(What is expected): Search the records for the string "events", then copy each line where it appears.

[Entries taken from a collection]
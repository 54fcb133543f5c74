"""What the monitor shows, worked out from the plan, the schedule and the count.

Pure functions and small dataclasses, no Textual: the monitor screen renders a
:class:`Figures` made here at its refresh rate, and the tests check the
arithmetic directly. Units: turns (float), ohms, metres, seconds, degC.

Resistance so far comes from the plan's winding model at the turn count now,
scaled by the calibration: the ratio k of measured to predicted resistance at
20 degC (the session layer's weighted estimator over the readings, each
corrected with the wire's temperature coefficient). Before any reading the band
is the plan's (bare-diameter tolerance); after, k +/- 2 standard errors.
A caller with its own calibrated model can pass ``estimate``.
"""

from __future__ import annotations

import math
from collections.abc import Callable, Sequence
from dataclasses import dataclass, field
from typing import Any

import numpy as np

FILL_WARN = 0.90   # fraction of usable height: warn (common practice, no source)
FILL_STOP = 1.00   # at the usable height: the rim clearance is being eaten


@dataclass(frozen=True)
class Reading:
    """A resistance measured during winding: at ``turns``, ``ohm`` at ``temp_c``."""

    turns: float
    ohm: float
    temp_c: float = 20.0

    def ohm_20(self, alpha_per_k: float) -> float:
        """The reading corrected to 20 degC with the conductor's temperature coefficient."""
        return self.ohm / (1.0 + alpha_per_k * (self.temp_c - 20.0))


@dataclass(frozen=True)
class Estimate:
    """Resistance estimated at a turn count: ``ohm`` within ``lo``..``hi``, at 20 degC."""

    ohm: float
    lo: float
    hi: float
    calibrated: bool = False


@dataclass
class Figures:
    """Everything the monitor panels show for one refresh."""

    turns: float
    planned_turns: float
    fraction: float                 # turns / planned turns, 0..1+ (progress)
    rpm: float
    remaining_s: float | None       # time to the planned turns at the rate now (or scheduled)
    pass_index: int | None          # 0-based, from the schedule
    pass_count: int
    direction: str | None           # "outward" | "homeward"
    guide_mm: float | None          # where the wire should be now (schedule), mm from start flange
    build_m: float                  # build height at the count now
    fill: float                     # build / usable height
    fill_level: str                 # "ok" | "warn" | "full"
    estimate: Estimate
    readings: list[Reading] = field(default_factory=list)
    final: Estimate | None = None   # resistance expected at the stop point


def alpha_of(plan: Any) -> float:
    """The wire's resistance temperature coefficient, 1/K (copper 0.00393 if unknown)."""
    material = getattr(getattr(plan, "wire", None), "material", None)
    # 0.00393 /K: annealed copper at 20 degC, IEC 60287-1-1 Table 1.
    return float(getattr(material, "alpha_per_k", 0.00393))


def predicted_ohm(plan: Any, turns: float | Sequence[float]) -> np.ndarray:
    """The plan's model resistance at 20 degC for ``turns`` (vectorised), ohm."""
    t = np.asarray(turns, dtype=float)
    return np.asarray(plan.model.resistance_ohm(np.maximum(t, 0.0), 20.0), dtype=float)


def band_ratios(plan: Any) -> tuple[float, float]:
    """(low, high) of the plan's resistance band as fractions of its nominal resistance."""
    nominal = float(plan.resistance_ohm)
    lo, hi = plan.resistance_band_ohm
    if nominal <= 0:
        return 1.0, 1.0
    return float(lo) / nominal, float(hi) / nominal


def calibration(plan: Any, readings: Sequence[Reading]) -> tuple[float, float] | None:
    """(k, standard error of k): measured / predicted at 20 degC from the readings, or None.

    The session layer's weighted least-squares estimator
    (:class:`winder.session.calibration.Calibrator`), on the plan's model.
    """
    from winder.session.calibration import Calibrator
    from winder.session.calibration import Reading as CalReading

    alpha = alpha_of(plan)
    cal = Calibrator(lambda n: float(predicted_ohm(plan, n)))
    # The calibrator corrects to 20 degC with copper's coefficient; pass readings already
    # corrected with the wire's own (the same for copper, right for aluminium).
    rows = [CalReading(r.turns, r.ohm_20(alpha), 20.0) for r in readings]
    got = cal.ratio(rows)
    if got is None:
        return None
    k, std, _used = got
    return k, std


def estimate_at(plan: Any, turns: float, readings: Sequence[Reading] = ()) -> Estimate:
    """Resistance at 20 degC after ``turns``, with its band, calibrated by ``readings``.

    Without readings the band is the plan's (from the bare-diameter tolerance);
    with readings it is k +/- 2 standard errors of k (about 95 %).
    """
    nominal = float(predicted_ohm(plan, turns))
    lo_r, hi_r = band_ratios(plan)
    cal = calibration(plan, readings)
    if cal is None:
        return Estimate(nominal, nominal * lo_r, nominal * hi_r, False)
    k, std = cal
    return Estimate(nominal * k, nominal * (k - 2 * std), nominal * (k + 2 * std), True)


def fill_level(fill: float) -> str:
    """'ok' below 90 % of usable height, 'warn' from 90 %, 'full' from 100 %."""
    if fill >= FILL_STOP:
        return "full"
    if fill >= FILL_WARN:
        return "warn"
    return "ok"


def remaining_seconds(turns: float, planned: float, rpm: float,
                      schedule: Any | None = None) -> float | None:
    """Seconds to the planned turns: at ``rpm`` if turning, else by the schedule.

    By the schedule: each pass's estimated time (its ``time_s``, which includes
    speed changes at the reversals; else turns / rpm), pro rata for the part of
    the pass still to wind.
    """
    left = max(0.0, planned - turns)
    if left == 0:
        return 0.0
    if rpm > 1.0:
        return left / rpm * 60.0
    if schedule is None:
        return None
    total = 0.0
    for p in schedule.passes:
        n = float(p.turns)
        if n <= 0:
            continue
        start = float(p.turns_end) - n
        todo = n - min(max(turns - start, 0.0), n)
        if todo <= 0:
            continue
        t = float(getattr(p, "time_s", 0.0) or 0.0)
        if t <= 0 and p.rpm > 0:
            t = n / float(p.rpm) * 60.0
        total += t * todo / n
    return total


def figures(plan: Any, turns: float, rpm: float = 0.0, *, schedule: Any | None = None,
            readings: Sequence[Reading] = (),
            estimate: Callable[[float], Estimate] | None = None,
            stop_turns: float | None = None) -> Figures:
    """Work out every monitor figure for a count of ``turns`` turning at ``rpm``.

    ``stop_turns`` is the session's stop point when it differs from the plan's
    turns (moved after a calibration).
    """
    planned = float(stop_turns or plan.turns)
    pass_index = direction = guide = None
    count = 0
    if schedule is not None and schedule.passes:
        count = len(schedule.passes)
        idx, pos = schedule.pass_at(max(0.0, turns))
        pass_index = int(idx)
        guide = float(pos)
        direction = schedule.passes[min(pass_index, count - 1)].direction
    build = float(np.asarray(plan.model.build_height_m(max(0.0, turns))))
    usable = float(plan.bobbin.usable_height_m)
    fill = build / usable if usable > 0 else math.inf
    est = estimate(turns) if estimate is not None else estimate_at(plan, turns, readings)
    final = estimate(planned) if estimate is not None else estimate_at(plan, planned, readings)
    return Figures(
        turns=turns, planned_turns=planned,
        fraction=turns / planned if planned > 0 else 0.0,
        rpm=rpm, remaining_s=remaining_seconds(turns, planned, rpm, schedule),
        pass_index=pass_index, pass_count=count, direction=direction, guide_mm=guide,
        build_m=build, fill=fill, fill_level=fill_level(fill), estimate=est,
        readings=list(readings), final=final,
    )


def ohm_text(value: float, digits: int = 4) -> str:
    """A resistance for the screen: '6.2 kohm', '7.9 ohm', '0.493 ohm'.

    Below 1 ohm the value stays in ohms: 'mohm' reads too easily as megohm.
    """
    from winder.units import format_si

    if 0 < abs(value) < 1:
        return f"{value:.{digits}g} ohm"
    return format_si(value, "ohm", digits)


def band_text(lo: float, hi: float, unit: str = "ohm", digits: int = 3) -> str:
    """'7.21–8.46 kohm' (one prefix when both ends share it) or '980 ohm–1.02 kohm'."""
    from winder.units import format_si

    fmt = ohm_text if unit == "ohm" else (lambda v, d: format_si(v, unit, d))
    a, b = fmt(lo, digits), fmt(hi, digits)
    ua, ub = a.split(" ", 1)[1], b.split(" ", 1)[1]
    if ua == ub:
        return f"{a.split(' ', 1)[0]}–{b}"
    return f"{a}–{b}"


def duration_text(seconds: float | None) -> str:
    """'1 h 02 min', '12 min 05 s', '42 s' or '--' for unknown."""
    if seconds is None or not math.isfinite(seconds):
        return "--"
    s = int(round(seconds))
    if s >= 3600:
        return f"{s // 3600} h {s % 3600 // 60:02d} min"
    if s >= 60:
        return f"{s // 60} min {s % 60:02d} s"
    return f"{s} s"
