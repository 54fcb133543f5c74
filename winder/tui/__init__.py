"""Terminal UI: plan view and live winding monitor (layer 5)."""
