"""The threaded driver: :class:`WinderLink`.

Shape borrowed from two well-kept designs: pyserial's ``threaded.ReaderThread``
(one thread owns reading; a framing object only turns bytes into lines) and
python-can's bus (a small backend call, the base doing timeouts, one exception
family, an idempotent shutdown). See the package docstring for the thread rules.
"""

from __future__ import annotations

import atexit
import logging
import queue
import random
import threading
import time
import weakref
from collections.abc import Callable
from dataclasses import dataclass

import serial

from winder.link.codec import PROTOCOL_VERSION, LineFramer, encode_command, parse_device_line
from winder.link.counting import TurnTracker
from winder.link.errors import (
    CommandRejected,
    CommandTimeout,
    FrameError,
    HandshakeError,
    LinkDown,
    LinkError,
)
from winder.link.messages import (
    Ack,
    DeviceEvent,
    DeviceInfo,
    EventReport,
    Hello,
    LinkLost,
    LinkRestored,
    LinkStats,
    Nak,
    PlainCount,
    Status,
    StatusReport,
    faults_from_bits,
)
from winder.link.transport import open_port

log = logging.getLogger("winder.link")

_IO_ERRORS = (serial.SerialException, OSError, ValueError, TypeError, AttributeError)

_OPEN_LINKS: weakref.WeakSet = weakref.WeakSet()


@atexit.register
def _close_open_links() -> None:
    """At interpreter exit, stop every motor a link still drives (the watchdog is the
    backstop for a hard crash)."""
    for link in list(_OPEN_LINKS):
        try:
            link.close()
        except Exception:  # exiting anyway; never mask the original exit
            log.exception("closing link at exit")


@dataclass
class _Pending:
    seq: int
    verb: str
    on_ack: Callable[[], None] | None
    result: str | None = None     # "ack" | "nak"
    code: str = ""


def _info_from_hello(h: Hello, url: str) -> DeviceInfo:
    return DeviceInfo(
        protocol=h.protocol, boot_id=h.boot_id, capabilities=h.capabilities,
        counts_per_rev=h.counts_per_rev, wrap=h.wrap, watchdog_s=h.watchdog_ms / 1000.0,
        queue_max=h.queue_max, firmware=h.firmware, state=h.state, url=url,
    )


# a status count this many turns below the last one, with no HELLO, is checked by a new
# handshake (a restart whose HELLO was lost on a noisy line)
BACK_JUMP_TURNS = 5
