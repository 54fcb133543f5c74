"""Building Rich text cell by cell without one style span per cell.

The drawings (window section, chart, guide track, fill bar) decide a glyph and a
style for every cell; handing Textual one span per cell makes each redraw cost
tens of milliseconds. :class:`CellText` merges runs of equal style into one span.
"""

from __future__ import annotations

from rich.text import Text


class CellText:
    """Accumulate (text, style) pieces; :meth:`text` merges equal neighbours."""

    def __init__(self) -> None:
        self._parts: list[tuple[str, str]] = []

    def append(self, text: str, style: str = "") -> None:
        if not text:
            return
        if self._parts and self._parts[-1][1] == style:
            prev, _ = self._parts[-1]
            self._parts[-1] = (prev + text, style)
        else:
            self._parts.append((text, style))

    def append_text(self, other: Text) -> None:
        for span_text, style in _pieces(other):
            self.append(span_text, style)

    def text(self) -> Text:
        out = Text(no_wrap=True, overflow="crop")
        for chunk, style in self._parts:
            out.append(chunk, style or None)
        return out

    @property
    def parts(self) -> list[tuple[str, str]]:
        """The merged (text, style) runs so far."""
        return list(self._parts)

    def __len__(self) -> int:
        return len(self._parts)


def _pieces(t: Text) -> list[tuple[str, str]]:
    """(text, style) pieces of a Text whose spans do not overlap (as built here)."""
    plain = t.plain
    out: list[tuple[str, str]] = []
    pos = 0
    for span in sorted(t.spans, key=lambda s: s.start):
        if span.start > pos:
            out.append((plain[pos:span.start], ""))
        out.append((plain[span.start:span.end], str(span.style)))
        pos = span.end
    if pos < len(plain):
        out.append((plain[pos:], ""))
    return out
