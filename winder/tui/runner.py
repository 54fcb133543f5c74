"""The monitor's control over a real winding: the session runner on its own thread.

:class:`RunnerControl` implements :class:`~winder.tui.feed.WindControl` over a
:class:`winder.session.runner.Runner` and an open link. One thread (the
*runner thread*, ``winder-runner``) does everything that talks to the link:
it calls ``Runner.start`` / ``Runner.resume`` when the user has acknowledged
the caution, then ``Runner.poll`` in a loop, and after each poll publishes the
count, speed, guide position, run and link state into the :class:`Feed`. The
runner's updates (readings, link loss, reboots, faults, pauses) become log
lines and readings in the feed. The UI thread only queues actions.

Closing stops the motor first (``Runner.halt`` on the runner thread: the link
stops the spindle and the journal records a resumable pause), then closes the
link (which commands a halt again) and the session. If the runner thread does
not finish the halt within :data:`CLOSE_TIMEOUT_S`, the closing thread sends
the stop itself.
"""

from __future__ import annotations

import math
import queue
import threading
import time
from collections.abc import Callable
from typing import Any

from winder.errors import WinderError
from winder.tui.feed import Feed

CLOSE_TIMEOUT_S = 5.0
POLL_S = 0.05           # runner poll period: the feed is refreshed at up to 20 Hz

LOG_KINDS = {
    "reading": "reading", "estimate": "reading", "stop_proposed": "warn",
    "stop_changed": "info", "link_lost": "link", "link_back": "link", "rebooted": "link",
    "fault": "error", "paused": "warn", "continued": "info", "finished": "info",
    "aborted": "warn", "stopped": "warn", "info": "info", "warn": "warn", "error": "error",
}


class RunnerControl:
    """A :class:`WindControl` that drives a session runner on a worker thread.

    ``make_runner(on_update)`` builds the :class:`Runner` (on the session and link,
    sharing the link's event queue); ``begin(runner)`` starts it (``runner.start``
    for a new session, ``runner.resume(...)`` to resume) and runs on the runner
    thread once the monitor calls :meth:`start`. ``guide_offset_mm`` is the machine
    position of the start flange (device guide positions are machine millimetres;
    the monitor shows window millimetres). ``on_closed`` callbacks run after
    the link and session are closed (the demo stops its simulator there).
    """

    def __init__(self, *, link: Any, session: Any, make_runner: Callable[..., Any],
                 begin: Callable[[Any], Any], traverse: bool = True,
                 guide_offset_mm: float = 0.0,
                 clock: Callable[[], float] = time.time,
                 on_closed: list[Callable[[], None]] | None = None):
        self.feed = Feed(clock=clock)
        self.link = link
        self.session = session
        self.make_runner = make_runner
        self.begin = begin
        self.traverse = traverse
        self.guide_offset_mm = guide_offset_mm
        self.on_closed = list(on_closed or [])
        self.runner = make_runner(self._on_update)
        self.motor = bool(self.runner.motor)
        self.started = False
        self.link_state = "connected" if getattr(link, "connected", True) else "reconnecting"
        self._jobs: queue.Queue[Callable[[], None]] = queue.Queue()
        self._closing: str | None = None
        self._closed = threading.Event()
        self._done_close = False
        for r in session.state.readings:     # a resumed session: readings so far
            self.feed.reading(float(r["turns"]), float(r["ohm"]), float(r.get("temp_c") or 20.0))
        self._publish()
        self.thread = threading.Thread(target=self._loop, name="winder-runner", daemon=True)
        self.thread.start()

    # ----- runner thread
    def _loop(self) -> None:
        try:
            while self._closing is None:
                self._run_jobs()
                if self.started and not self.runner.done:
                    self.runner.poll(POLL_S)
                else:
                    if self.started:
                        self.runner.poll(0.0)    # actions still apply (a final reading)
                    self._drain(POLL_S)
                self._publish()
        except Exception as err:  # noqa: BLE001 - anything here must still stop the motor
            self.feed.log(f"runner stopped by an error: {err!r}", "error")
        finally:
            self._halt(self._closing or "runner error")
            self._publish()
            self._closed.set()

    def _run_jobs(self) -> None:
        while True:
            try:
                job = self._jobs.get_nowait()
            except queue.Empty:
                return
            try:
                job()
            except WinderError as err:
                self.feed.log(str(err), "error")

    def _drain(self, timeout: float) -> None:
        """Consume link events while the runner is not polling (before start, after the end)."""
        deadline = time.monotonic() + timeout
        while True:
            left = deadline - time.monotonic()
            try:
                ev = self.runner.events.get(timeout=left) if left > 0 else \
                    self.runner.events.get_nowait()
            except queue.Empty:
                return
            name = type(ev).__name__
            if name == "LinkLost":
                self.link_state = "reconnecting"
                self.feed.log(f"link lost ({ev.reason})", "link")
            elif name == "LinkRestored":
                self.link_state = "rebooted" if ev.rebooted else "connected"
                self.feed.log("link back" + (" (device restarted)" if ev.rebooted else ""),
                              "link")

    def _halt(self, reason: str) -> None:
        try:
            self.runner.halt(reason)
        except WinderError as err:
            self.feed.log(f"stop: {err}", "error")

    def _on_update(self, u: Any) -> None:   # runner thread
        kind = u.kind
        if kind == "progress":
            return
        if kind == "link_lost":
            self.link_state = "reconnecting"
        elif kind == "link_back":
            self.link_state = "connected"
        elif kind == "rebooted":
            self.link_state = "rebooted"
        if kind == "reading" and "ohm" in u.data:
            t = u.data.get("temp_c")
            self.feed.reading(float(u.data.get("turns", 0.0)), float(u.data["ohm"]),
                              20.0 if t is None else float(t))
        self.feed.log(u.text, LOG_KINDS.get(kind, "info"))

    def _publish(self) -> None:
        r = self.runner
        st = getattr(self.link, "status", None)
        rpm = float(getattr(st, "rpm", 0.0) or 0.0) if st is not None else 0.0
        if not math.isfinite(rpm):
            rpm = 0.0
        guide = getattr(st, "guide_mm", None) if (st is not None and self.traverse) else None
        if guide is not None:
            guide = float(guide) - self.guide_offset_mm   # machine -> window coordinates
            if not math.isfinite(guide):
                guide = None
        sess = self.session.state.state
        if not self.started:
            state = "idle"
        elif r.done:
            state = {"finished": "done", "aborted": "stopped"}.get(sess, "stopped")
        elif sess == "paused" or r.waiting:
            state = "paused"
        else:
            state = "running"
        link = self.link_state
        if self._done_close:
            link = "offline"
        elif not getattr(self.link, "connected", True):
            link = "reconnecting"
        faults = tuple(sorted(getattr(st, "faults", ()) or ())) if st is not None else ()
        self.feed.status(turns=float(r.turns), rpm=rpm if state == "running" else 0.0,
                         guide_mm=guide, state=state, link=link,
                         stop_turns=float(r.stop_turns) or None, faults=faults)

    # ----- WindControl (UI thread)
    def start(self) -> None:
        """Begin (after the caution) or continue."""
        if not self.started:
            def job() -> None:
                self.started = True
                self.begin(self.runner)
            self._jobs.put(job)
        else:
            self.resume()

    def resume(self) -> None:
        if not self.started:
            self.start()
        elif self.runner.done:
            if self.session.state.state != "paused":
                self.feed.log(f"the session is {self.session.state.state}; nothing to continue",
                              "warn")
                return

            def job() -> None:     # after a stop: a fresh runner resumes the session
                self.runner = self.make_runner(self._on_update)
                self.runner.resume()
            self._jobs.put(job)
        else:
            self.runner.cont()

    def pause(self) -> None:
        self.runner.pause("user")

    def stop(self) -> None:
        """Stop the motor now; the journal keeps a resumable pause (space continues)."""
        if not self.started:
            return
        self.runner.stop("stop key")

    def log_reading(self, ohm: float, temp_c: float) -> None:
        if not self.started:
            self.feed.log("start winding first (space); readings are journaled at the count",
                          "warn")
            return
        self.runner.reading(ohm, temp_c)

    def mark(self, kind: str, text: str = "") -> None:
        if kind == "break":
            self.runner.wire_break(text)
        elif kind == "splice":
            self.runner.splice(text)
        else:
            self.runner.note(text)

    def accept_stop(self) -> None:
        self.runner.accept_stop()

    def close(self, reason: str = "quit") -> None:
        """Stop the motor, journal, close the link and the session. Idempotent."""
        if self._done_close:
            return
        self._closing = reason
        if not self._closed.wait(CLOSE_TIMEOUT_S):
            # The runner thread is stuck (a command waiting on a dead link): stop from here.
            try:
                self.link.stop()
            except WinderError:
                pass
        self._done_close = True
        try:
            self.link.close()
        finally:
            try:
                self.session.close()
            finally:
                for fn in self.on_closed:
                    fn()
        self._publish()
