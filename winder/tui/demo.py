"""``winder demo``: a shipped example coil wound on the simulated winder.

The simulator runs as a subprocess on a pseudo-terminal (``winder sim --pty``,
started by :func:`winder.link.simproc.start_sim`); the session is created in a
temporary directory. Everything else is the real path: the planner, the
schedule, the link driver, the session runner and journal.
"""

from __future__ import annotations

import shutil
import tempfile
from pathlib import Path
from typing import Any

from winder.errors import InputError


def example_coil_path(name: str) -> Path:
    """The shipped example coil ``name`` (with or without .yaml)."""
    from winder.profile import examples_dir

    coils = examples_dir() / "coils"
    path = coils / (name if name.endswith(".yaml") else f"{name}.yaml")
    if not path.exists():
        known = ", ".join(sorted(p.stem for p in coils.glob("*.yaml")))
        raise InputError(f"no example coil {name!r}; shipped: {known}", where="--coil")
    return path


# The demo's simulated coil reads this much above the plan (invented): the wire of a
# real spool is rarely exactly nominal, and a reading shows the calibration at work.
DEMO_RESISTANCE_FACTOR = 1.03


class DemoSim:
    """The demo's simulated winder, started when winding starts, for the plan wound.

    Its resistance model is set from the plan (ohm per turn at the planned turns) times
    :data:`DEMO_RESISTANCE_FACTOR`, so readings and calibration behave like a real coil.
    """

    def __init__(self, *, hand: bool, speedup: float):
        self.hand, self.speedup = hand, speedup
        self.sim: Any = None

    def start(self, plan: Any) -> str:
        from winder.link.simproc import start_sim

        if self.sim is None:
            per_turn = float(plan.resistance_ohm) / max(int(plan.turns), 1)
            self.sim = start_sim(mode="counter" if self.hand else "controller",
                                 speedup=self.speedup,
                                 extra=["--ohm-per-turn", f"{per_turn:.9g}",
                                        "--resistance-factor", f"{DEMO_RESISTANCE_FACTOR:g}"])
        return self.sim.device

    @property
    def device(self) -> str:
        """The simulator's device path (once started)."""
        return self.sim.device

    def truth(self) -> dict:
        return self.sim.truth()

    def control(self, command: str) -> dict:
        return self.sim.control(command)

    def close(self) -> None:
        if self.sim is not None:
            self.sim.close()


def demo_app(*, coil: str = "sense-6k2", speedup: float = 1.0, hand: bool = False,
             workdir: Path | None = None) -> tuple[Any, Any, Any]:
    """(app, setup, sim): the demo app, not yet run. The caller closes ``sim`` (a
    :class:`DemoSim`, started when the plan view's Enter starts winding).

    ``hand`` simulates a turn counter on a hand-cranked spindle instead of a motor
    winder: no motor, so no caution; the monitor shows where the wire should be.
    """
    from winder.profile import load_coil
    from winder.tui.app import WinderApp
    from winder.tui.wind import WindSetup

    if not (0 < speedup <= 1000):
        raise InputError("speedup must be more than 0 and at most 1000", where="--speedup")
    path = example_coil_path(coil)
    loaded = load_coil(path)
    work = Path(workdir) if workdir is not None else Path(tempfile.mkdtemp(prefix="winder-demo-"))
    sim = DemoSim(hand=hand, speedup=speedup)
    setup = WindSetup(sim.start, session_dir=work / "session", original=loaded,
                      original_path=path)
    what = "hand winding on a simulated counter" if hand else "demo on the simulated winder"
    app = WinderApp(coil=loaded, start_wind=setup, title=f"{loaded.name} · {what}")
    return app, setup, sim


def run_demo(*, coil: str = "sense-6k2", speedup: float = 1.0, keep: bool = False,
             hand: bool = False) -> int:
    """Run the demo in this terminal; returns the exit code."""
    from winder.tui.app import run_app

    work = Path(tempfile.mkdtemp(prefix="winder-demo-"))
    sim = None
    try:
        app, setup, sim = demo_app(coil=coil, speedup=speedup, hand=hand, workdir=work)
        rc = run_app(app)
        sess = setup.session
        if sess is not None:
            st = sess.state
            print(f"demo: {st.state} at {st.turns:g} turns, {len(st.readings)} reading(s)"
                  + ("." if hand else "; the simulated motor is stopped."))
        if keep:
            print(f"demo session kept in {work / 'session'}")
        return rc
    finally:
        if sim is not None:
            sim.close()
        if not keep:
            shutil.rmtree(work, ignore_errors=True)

(Solution below):
        """Consume link events while the runner is not polling (before start, after the end)."""
                ev = self.runner.events.get(timeout=left) if left > 0 else \
                    self.runner.events.get_nowait()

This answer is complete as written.